The real problem is that your is_odd does not have a base case.
+ 3
Solo
Another way to check for odd/even, is using binary and operator.
Try this:
for x in range(10):
print(x & 1)
+ 2
Tibor Santa , the output is
0
1
0
1
0
1
0
1
0
1
Does 0 means that the number is even?
+ 2
Tibor Santa 😄😄😄 I agree that this is the fastest way to solve, but let's do it without bitwise operations. 😉
+ 2
Shantanu yes, or rather 0 is the negation of an odd number.
+ 2
Solo the bitwise trick was only an answer to your second question, what if modulo didn't exist. But it is purely theoretical, because it's also simple to implement it with other math operators, like: x-x/2*2
The real problem with the alternating function presented at the beginning, is that it requires two base cases. 0 is even, and 1 is odd. The base cases can be handled in a single function, or one case in each branch.

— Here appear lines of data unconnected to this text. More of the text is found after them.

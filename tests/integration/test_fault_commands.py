"""test_fault_commands.py - hostile and stale commands on PREFIX/cmd.

Started here on 127.0.0.1 and stopped here: mosquitto, `floodgauge feed` and
`floodgauge run`. Checked (counts printed as '# measured:' lines):
  - a shelve sent while the daemon was stopped is not carried out when it
    comes back (the broker keeps no session for it);
  - a command whose "t" is older than cmd_max_age_s is refused with a reply
    saying why; a fresh one is carried out;
  - a burst of 80 commands in one period: every one gets an answer (its own
    reply, or a reply saying how many were not carried out), none vanishes;
  - a payload with a newline and a terminal escape is logged escaped: it
    cannot forge a log line.
"""
import datetime
import json
import os
import re
import shutil
import signal
import subprocess
import sys
import tempfile
import time

sys.path.insert(0, os.path.join(os.path.dirname(__file__), "..", "support"))
import rig  # noqa: E402
from tap import ok, done  # noqa: E402

if not rig.have_broker():
    print("ok 1 # SKIP mosquitto is not installed")
    print("1..1")
    sys.exit(0)

tmp = tempfile.mkdtemp(prefix="fg-cmd-")
mqtt_port, feed_port, exp_port = rig.free_port(), rig.free_port(), rig.free_port()
csv = rig.plant_csv(tmp)
cfg = rig.config(tmp, mqtt_port, feed_port, exp_port)
run_log = os.path.join(tmp, "run.log")
CMD = rig.PREFIX + "/cmd"


def iso(t):
    return datetime.datetime.fromtimestamp(t, datetime.timezone.utc).strftime(
        "%Y-%m-%dT%H:%M:%SZ")


def replies(sub):
    return [json.loads(p) for t, p in sub.messages() if t == "cmd/reply"]


try:
    broker = rig.Broker(tmp, mqtt_port)
    ok(broker.start(), "broker listening")
    fd, line = rig.feed(cfg, csv)
    sub = rig.Sub(tmp, mqtt_port)
    d = rig.daemon(cfg, run_log)
    ok(sub.wait_for(lambda m: m == ("status", "online"), 15) is not None, "daemon online")
    time.sleep(1.0)

    # --- a command sent while the daemon is away ------------------------------
    rig.stop(d, signal.SIGTERM)
    rig.pub(mqtt_port, CMD, '{"op":"shelve","alarm":"C401_FLOOD_H","duration_s":600,'
            '"id":"while-away"}')
    d = rig.daemon(cfg, run_log)
    n_online = len([m for m in sub.messages() if m == ("status", "online")])
    sub.wait_for(lambda m: len([x for x in sub.messages() if x == ("status", "online")])
                 > n_online, 15)
    rig.pub(mqtt_port, CMD, '{"op":"unshelve","alarm":"C401_FLOOD_H","id":"marker"}')
    mk = sub.wait_for(lambda m: m[0] == "cmd/reply" and '"marker"' in m[1], 15)
    ok(mk is not None, "the daemon answers after its restart")
    away = [r for r in replies(sub) if r.get("id") == "while-away"]
    ok(not away, "a shelve sent while the daemon was away is not carried out", away)
    ok(mk is not None and json.loads(mk[1]).get("error") ==
       "nothing to do in the alarm's current state",
       "and the alarm was not shelved (unshelve has nothing to do)", mk)

    # --- the age limit ---------------------------------------------------------
    rig.pub(mqtt_port, CMD, json.dumps({"op": "ack", "alarm": "C401_FLOOD_H", "id": "old",
                                        "t": iso(time.time() - 120)}))
    r = sub.wait_for(lambda m: m[0] == "cmd/reply" and '"old"' in m[1], 10)
    ok(r is not None and json.loads(r[1]).get("ok") is False
       and "too old" in json.loads(r[1]).get("error", ""),
       "a command 120 s old is refused, and the reply says why", r)
    if r:
        print(f"# measured: reply to the stale command: {json.loads(r[1])['error']}")
    rig.pub(mqtt_port, CMD, json.dumps({"op": "shelve", "alarm": "C401_FLOOD_H", "id": "fresh",
                                        "duration_s": 60, "t": iso(time.time())}))
    r = sub.wait_for(lambda m: m[0] == "cmd/reply" and '"fresh"' in m[1], 10)
    ok(r is not None and json.loads(r[1]).get("ok") is True, "a fresh command is carried out", r)

    # --- a burst of 80 commands in one period ----------------------------------
    before = len(replies(sub))
    burst = "\n".join(json.dumps({"op": "ack", "alarm": "NO_SUCH", "id": f"b{i}"})
                      for i in range(80)) + "\n"
    subprocess.run(["mosquitto_pub", "-h", "127.0.0.1", "-p", str(mqtt_port), "-q", "1",
                    "-t", CMD, "-l"], input=burst, text=True, check=True, timeout=20)
    end = time.time() + 15
    answered, dropped = 0, 0
    while time.time() < end:
        new = replies(sub)[before:]
        answered = len([x for x in new if str(x.get("id", "")).startswith("b")])
        dropped = sum(int(m.group(1)) for x in new if "id" not in x
                      for m in [re.match(r"(\d+) command\(s\) not carried out",
                                         x.get("error", ""))] if m)
        if answered + dropped >= 80:
            break
        time.sleep(0.1)
    print(f"# measured: burst of 80: {answered} answered one by one, {dropped} refused as a "
          "batch with one reply")
    ok(answered + dropped == 80, "every command of the burst is answered", (answered, dropped))

    # --- log injection -----------------------------------------------------------
    evil = '{"op":"ack","alarm":"X"}\n2026-01-01T00:00:00Z error: forged\x1b[31m'
    rig.pub(mqtt_port, CMD, evil)
    time.sleep(2.0)
    log = open(run_log).read()
    ok("\x1b" not in log, "no raw escape character reaches the log")
    ok(not re.search(r"^2026-01-01T00:00:00Z error: forged", log, re.M),
       "the payload cannot start a log line of its own")
    ok("\\x0a2026-01-01T00:00:00Z error: forged\\x1b[31m" in log, "the payload is logged escaped")
finally:
    rig.stop_all()
    shutil.rmtree(tmp, ignore_errors=True)
done()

Furthermore that implementation was not able to handle negative numbers.
Here I present the correct way to solve it and with random test cases.
Lothar is right that this implementation is very wasteful too, there are too many steps if large numbers must be analyzed, Python will quickly hit a memory limit.
https://code.sololearn.com/c44b74Uwo1p3/?ref=app
+ 2
Solo , we can know if a number is even or odd without % by:
for i in range(10):
if (i//2)*2 == i:
print(f"{i} is Even")
else:
print(f"{i} is Odd")
Tell me if this is what you asked for or I got the question wrongly 😃.
+ 2
Tibor Santa , I'm not disputing the conventional wisdom about recursion that Lothar kindly gave us. A recursive solution can only be compared to a loop, not to bitwise or mathematical calculations. But what I probably disagree with is that you're arguing that two main cases need to be considered in this case. What's great about this example is that it demonstrates that you can use the same base register for two functions. This is very important...
+ 2
Solo you are right! Sorry, that was an oversight on my part. Somehow I had the impression that the example code was not working correctly for odd numbers, but in fact it is correct 😅
The test cases were misleading me.
+ 2
Tibor Santa it's okay, everyone makes mistakes, but not everyone knows how to admit their mistakes. Happy coding! 🖐️😎
+ 2
Shantanu, not exactly what I wanted, but it's my fault that I didn't explain well enough. I wanted you to write two functions similar to these recursive functions, but using a loop. That is, only logical operators can be used. So that you independently determine all the pros and cons of the recursive function.
Happy coding! 🖐️😎
+ 1
Lothar , I have two questions:
1. Where did steps 9 and 42 come from? 🤔
2. Of course, the use of the division operator modulo for its intended purpose is a priority, but how would you write the code if it did not exist (%)? 😉
+ 1
Lothar , about the modulo divisor - you tell me in which language it is absent, since you wrote that this is a pythonic solution 😉
And about step-by-step calculations of code execution, how about if the recursion is written in one line 😎
even = lambda n: 1 if n==0 else odd(n-1)
odd = lambda n: not even(abs(n))
print(odd(-498))
print(even(498))
Try writing two similar functions with a loop without any calculations. 😎
0
Tibor Santa, still after putting the print statement the output is same.